*YOUR INSTRUCTIONS*
Would you transcribe each of the entries exactly, with nothing added or dropped?
*** DATA FOR THE TASK Section Begins ***
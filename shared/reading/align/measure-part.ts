/** Where a field's printed lines really are: measured on profiles that writing hardly disturbs. */
import type { FieldMap } from '../geometry/page-map.ts'
import type { FieldPart } from './field-lines.ts'
import { matchLines, type Profile, support } from './lines.ts'
import { lineProfile, type Patch, type Picture, samplePatch } from './patch.ts'

export interface PartFit {
  /** Measured minus expected under the map it was measured with, mm. */
  dx: number
  dy: number
  /** Mean vote of the lines, -0.5 to 1. */
  supportX: number
  supportY: number
  /** Support less that of the same comb one box to the side: low where the place is not certain. */
  ahead: number
  /** How far single lines are from the fit, mm. */
  spread_mm: number
}

const STEP_MM = 0.16
/** Frames are the palest lines: whatever is darker counts no more than a little above them. */
const CLIP = 0.42
/** A line counts where it is dark over this share of its length; writing rarely is. */
const SHARE = 0.62
/** Kept off the corners of a box, where lines cross. */
const INSET_MM = 0.75
/** A part may stand this far from where the whole field says, mm. */
const PART_REACH_MM = 0.7

/** The patch of a whole field with room for the search. */
export function fieldPatch(picture: Picture, map: FieldMap, field: FieldPart['field'], reach_mm: number): Patch {
  const side = reach_mm + 1.6
  const above = reach_mm + 1
  const area = { x: field.x - side, y: field.y - above, width: field.width + 2 * side, height: field.height + 2 * above }
  return samplePatch(picture, map, area, STEP_MM)
}

const insideBoxes = (parts: readonly FieldPart[], shift: number) => (mm: number) =>
  parts.some(({ boxes }) => boxes.some((box) => mm - shift > box.x + INSET_MM && mm - shift < box.x + box.width - INSET_MM))

function rowsOf(patch: Patch, parts: readonly FieldPart[], shift: number): Profile {
  const values = lineProfile(patch, 'rows', -1e9, 1e9, SHARE, CLIP, insideBoxes(parts, shift))
  return { values, start_mm: patch.y, step_mm: patch.step_mm }
}

/**
 * Measures the parts of one field on one patch: first the whole field together, which fixes which box is which, then each part
 * within a little of it.
 */
export function measureParts(patch: Patch, parts: readonly FieldPart[], reach_mm: number): PartFit[] {
  const first = parts[0]
  if (!first) return []
  const { field } = first
  const down = matchLines(rowsOf(patch, parts, 0), first.level, reach_mm)
  const from = field.y + down.shift_mm + INSET_MM
  const to = field.y + down.shift_mm + field.height - INSET_MM
  const columns = {
    values: lineProfile(patch, 'columns', from, to, SHARE, CLIP),
    start_mm: patch.x,
    step_mm: patch.step_mm,
  }
  const whole = matchLines(columns, first.whole, reach_mm)
  const along = whole.shift_mm
  const { pitch_mm } = first
  const beside =
    pitch_mm === null
      ? 0
      : Math.max(support(columns, first.whole, along - pitch_mm), support(columns, first.whole, along + pitch_mm))
  const near = Math.min(PART_REACH_MM, reach_mm)
  return parts.map((part) => {
    const x = parts.length === 1 ? whole : matchLines(columns, part.upright, near, along)
    const y = matchLines(rowsOf(patch, [part], x.shift_mm), part.level, near, down.shift_mm)
    return {
      dx: x.shift_mm,
      dy: y.shift_mm,
      supportX: x.support,
      supportY: y.support,
      ahead: whole.support - beside,
      spread_mm: Math.max(x.spread_mm, y.spread_mm),
    }
  })
}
*** DATA FOR THE TASK Section Ends ***
*SOLUTION*
filename shared/reading/align/measure-part.ts
/** Where a field's printed lines really are: measured on profiles that writing hardly disturbs. */
import type { FieldMap } from '../geometry/page-map.ts'
import type { FieldPart } from './field-lines.ts'
import { matchLines, type Profile, support } from './lines.ts'
import { lineProfile, type Patch, type Picture, samplePatch } from './patch.ts'

export interface PartFit {
  /** Measured minus expected under the map it was measured with, mm. */
  dx: number
  dy: number
  /** Mean vote of the lines, -0.5 to 1. */
  supportX: number
  supportY: number
  /** Support less that of the same comb one box to the side: low where the place is not certain. */
  ahead: number
  /** How far single lines are from the fit, mm. */
  spread_mm: number
}

const STEP_MM = 0.16
/** Frames are the palest lines: whatever is darker counts no more than a little above them. */
const CLIP = 0.42
/** A line counts where it is dark over this share of its length; writing rarely is. */
const SHARE = 0.62
/** Kept off the corners of a box, where lines cross. */
const INSET_MM = 0.75
/** A part may stand this far from where the whole field says, mm. */
const PART_REACH_MM = 0.7

/** The patch of a whole field with room for the search. */
export function fieldPatch(picture: Picture, map: FieldMap, field: FieldPart['field'], reach_mm: number): Patch {
  const side = reach_mm + 1.6
  const above = reach_mm + 1
  const area = { x: field.x - side, y: field.y - above, width: field.width + 2 * side, height: field.height + 2 * above }
  return samplePatch(picture, map, area, STEP_MM)
}

const insideBoxes = (parts: readonly FieldPart[], shift: number) => (mm: number) =>
  parts.some(({ boxes }) => boxes.some((box) => mm - shift > box.x + INSET_MM && mm - shift < box.x + box.width - INSET_MM))

function rowsOf(patch: Patch, parts: readonly FieldPart[], shift: number): Profile {
  const values = lineProfile(patch, 'rows', -1e9, 1e9, SHARE, CLIP, insideBoxes(parts, shift))
  return { values, start_mm: patch.y, step_mm: patch.step_mm }
}

/**
 * Measures the parts of one field on one patch: first the whole field together, which fixes which box is which, then each part
 * within a little of it.
 */
export function measureParts(patch: Patch, parts: readonly FieldPart[], reach_mm: number): PartFit[] {
  const first = parts[0]
  if (!first) return []
  const { field } = first
  const down = matchLines(rowsOf(patch, parts, 0), first.level, reach_mm)
  const from = field.y + down.shift_mm + INSET_MM
  const to = field.y + down.shift_mm + field.height - INSET_MM
  const columns = {
    values: lineProfile(patch, 'columns', from, to, SHARE, CLIP),
    start_mm: patch.x,
    step_mm: patch.step_mm,
  }
  const whole = matchLines(columns, first.whole, reach_mm)
  const along = whole.shift_mm
  const { pitch_mm } = first
  const beside =
    pitch_mm === null
      ? 0
      : Math.max(support(columns, first.whole, along - pitch_mm), support(columns, first.whole, along + pitch_mm))
  const near = Math.min(PART_REACH_MM, reach_mm)
  return parts.map((part) => {
    const x = parts.length === 1 ? whole : matchLines(columns, part.upright, near, along)
    const y = matchLines(rowsOf(patch, [part], x.shift_mm), part.level, near, down.shift_mm)
    return {
      dx: x.shift_mm,
      dy: y.shift_mm,
      supportX: x.support,
      supportY: y.support,
      ahead: whole.support - beside,
      spread_mm: Math.max(x.spread_mm, y.spread_mm),
    }
  })
}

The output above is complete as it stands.